The stereo reconstruction is controlled by a Reconstructor class that has one or more Takes matcher classes as configuration. A single matcher calculates the disparity card based on two images. He has further attitudes, which depend on the concrete used to depend on algorithm and, for example, can determine the size of windows which he operates on. The three matchers included in the framework provide interfaces to OpenCV and the ELAS library (see Section 3.2.3), where two of these matchers use ELAS. One of them converts the color space of the images to grayscale while the other reconstructs separately allowed on the basis of individual color channels. However, the results of a single matcher can also be ignored Problems such as occlusions be patchy, z. B. then, if the finer reconstruction within smaller window in roughly textured areas is not possible. To address this problem, The Reconstructor class provides an interface to merge the results of multiple matchers. In the framework, a simple procedure is implemented by putting all matchers in the given Sequence and invalid values of the disparity card iteratively by their results replaced as soon as one of the matchers produces valid values in corresponding places.
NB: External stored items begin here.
// SPDX-License-Identifier: GPL-3.0-or-later
// Benchmarks of each pipeline stage on the built-in demo job and the samples (Google Benchmark).
// Run with scripts/bench.sh; results and the machine they ran on go in docs/performance.md.
#include <benchmark/benchmark.h>

#include <unistd.h>

#include <cmath>
#include <cstdlib>
#include <filesystem>
#include <string>
#include <vector>

#include "cli/job.hpp"
#include "cli/pipeline.hpp"
#include "geom/fixture/fixture.hpp"
#include "geom/io/stl.hpp"
#include "geom/io/three_mf.hpp"
#include "geom/kernel/glyphs.hpp"
#include "geom/kernel/mass.hpp"
#include "geom/kernel/mesh_check.hpp"
#include "geom/kernel/part.hpp"
#include "geom/kernel/profile.hpp"

namespace fs = std::filesystem;
using namespace trimwright;

namespace {

const std::string kSamples = std::string(TRIMWRIGHT_SOURCE_DIR) + "/samples/";

/// The demo job, designed once (the input of the writer benchmarks).
const cli::DesignRun& demo_run() {
  static const cli::DesignRun run = [] {
    cli::Job job = cli::load_job_text(cli::demo_job_text(), "<demo>", ".");
    return cli::run_design(job);
  }();
  return run;
}

/// A scratch folder for writer benchmarks, removed at exit.
const std::string& scratch() {
  static const std::string dir = [] {
    std::string templ = (fs::temp_directory_path() / "tw-bench-XXXXXX").string();
    if (!::mkdtemp(templ.data())) std::abort();
    std::atexit([] { std::error_code ec; fs::remove_all(scratch(), ec); });
    return templ;
  }();
  return dir;
}

/// The slide-disc geometry of the demo as a part spec: outline (disc − slot − notch) and a row
/// of engraved digits, at the given chord tolerance.
kernel::PartSpec demo_spec(double chord_mm) {
  using kernel::Profile;
  kernel::PartSpec spec;
  spec.outline = Profile::disc({9.0, 0}, 26.0) - Profile::obround({-8.5, 0}, {8.5, 0}, 8.04) -
                 Profile::polygon({{36.0, -1.2}, {36.0, 1.2}, {33.0, 0}});
  for (int e = 0; e <= 8; e += 2) {
    auto rings = kernel::text_outline(std::to_string(e), {{8.0 - e * 1.5, 13.0}, 2.5, 0.0}, chord_mm);
    spec.engraving.insert(spec.engraving.end(), rings.begin(), rings.end());
  }
  spec.thickness_mm = 5;
  spec.engraving_depth_mm = 0.6;
  spec.chord_mm = chord_mm;
  return spec;
}

void BM_JobLoad_Sample(benchmark::State& state) {
  for (auto _ : state) benchmark::DoNotOptimize(cli::load_job(kSamples + "grinder-150.toml"));
}
BENCHMARK(BM_JobLoad_Sample)->Unit(benchmark::kMicrosecond);

void BM_JobLoad_Include(benchmark::State& state) {
  for (auto _ : state) benchmark::DoNotOptimize(cli::load_job(kSamples + "right-wheel.toml"));
}
BENCHMARK(BM_JobLoad_Include)->Unit(benchmark::kMicrosecond);

/// The demo job's request as the pipeline builds it (cli/pipeline.cpp): G6.3 on a 0.72 kg wheel
/// at 3450 rpm, 75 g·mm at 212°, PETG, 80 mm room, 6 mm thickness.
fixture::Request demo_request() {
  fixture::Request r;
  r.need.unbalance_gmm = 75;
  r.need.angle_deg = 212;
  r.need.permissible_gmm = demo_run().tolerance->permissible_gmm;
  r.machine.speed_rpm = 3450;
  r.machine.spindle_diameter_mm = 15.875;
  r.machine.free_thread_mm = 20;
  r.machine.nut_height_mm = 9.5;
  r.machine.washer_diameter_mm = 2 * 15.875;
  r.machine.washer_thickness_mm = 0.18 * 15.875;
  r.machine.max_diameter_mm = 80;
  r.machine.max_thickness_mm = 6;
  r.machine.rotor_mass_kg = 0.72;
  r.print.material = "PETG";
  r.print.density_g_cm3 = 1.27;
  r.source = "<bench>";
  return r;
}

/// Sizing: the grid search, the part built with its engraving, the setting and the table.
void BM_Sizing_SlideDisc(benchmark::State& state) {
  fixture::Request req = demo_request();
  for (auto _ : state) benchmark::DoNotOptimize(fixture::design_family("slide-disc", req));
}
BENCHMARK(BM_Sizing_SlideDisc)->Unit(benchmark::kMillisecond);

/// The pipeline without writing: correction, tolerance, sizing, checks.
void BM_RunDesign(benchmark::State& state) {
  cli::Job job = cli::load_job_text(cli::demo_job_text(), "<demo>", ".");
  for (auto _ : state) benchmark::DoNotOptimize(cli::run_design(job));
}
BENCHMARK(BM_RunDesign)->Unit(benchmark::kMillisecond);

void BM_ProfileBooleans(benchmark::State& state) {
  using kernel::Profile;
  for (auto _ : state) {
    Profile p = Profile::disc({9.0, 0}, 26.0) - Profile::obround({-8.5, 0}, {8.5, 0}, 8.04) -
                Profile::polygon({{36.0, -1.2}, {36.0, 1.2}, {33.0, 0}});
    benchmark::DoNotOptimize(p.moments());
  }
}
BENCHMARK(BM_ProfileBooleans)->Unit(benchmark::kMicrosecond);

void BM_TextOutline(benchmark::State& state) {
  for (auto _ : state) benchmark::DoNotOptimize(kernel::text_outline("0123456789", {{0, 0}, 2.5, 0}));
}
BENCHMARK(BM_TextOutline)->Unit(benchmark::kMicrosecond);

/// build_part at chord tolerances 0.1 … 0.001 mm (argument in µm): time and triangle count.
void BM_BuildPart_Chord(benchmark::State& state) {
  double chord = state.range(0) * 1e-3;
  kernel::PartSpec spec = demo_spec(chord);
  std::size_t triangles = 0;
  for (auto _ : state) {
    kernel::Mesh m = kernel::build_part(spec);
    triangles = m.triangles.size();
    benchmark::DoNotOptimize(m);
  }
  state.counters["triangles"] = static_cast<double>(triangles);
  state.counters["chord_mm"] = chord;
}
BENCHMARK(BM_BuildPart_Chord)->Arg(100)->Arg(30)->Arg(10)->Arg(3)->Arg(1)->Unit(benchmark::kMillisecond);

void BM_MassProperties(benchmark::State& state) {
  const kernel::Mesh& mesh = demo_run().design.parts.at(0).mesh;
  for (auto _ : state) benchmark::DoNotOptimize(kernel::mass_properties(mesh));
  state.counters["triangles"] = static_cast<double>(mesh.triangles.size());
}
BENCHMARK(BM_MassProperties)->Unit(benchmark::kMicrosecond);

void BM_InspectMesh(benchmark::State& state) {
  const kernel::Mesh& mesh = demo_run().design.parts.at(0).mesh;
  for (auto _ : state) benchmark::DoNotOptimize(kernel::inspect_mesh(mesh, state.range(0) != 0));
}
BENCHMARK(BM_InspectMesh)->Arg(0)->Arg(1)->Unit(benchmark::kMillisecond);

void BM_StlBytes(benchmark::State& state) {
  const kernel::Mesh& mesh = demo_run().design.parts.at(0).mesh;
  std::size_t bytes = 0;
  for (auto _ : state) {
    std::string s = io::stl_bytes(mesh, "slide-disc");
    bytes = s.size();
    benchmark::DoNotOptimize(s);
  }
  state.SetBytesProcessed(static_cast<std::int64_t>(bytes * state.iterations()));
}
BENCHMARK(BM_StlBytes)->Unit(benchmark::kMicrosecond);

void BM_StlBytes_Ascii(benchmark::State& state) {
  const kernel::Mesh& mesh = demo_run().design.parts.at(0).mesh;
  std::size_t bytes = 0;
  for (auto _ : state) {
    std::string s = io::stl_bytes(mesh, "slide-disc", io::StlFormat::kAscii);
    bytes = s.size();
    benchmark::DoNotOptimize(s);
  }
  state.SetBytesProcessed(static_cast<std::int64_t>(bytes * state.iterations()));
}
BENCHMARK(BM_StlBytes_Ascii)->Unit(benchmark::kMicrosecond);

void BM_StlParse(benchmark::State& state) {
  std::string bytes = io::stl_bytes(demo_run().design.parts.at(0).mesh, "slide-disc");
  for (auto _ : state) benchmark::DoNotOptimize(io::parse_stl(bytes, "bench.stl"));
  state.SetBytesProcessed(static_cast<std::int64_t>(bytes.size() * state.iterations()));
}
BENCHMARK(BM_StlParse)->Unit(benchmark::kMicrosecond);

void BM_ThreeMfBytes(benchmark::State& state) {
  std::vector<io::ThreeMfObject> objects{{"slide-disc", demo_run().design.parts.at(0).mesh}};
  io::ThreeMfMetadata meta;
  meta.title = "bench";
  std::size_t bytes = 0;
  for (auto _ : state) {
    std::string s = io::three_mf_bytes(objects, meta);
    bytes = s.size();
    benchmark::DoNotOptimize(s);
  }
  state.counters["bytes"] = static_cast<double>(bytes);
}
BENCHMARK(BM_ThreeMfBytes)->Unit(benchmark::kMillisecond);

void BM_ReportJson(benchmark::State& state) {
  for (auto _ : state) benchmark::DoNotOptimize(cli::report_json(demo_run(), {"a.stl", "report.json"}));
}
BENCHMARK(BM_ReportJson)->Unit(benchmark::kMicrosecond);

/// write_outputs with one format at a time (the output folder's atomic commit included).
void BM_WriteFormat(benchmark::State& state, const std::string& format) {
  cli::DesignRun run = demo_run();
  run.job.output.formats = {format};
  std::string dir = scratch() + "/" + format;
  for (auto _ : state) benchmark::DoNotOptimize(cli::write_outputs(run, dir));
}
BENCHMARK_CAPTURE(BM_WriteFormat, stl, std::string("stl"))->Unit(benchmark::kMillisecond);
BENCHMARK_CAPTURE(BM_WriteFormat, 3mf, std::string("3mf"))->Unit(benchmark::kMillisecond);
BENCHMARK_CAPTURE(BM_WriteFormat, pdf, std::string("pdf"))->Unit(benchmark::kMillisecond);
BENCHMARK_CAPTURE(BM_WriteFormat, svg, std::string("svg"))->Unit(benchmark::kMillisecond);
BENCHMARK_CAPTURE(BM_WriteFormat, png, std::string("png"))->Unit(benchmark::kMillisecond);
BENCHMARK_CAPTURE(BM_WriteFormat, csv, std::string("csv"))->Unit(benchmark::kMillisecond);
BENCHMARK_CAPTURE(BM_WriteFormat, json, std::string("json"))->Unit(benchmark::kMillisecond);

/// The whole demo: load, solve, size, build, check, and write every output.
void BM_DemoDesign_Whole(benchmark::State& state) {
  std::string dir = scratch() + "/demo";
  for (auto _ : state) {
    cli::Job job = cli::load_job_text(cli::demo_job_text(), "<demo>", ".");
    cli::DesignRun run = cli::run_design(job);
    benchmark::DoNotOptimize(cli::write_outputs(run, dir));
  }
}
BENCHMARK(BM_DemoDesign_Whole)->Unit(benchmark::kMillisecond);

/// Each sample job, designed and written.
void BM_Sample_Whole(benchmark::State& state, const std::string& file) {
  std::string dir = scratch() + "/" + file;
  for (auto _ : state) {
    cli::Job job = cli::load_job(kSamples + file);
    cli::DesignRun run = cli::run_design(job);
    benchmark::DoNotOptimize(cli::write_outputs(run, dir));
  }
}
BENCHMARK_CAPTURE(BM_Sample_Whole, grinder_150, std::string("grinder-150.toml"))->Unit(benchmark::kMillisecond);
BENCHMARK_CAPTURE(BM_Sample_Whole, buffing_wheel_100, std::string("buffing-wheel-100.toml"))->Unit(benchmark::kMillisecond);
BENCHMARK_CAPTURE(BM_Sample_Whole, right_wheel, std::string("right-wheel.toml"))->Unit(benchmark::kMillisecond);
BENCHMARK_CAPTURE(BM_Sample_Whole, slow_grinder_200, std::string("slow-grinder-200.toml"))->Unit(benchmark::kMillisecond);

}  // namespace

BENCHMARK_MAIN();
Reconstruction from Lidardaten
The reconstruction from lidar data essentially involves reading in the delivered spatial data. point coordinates and is thus simpler. For coloring the dots, if available, use the reflectance information of the lidar sensor, which only te supplies. In addition, optional projection into the available camera shots can be done. In this case, the points that are visible in at least one of the shots, with the Color information of the corresponding pixel colored. Since the KITTI dataset contains only annotations for the objects visible on the images, It is also possible to remove all lid points not visible on the images. To change- if objects outside the camera could be recognized correctly, but in the evaluation as Phantom objects (false positives).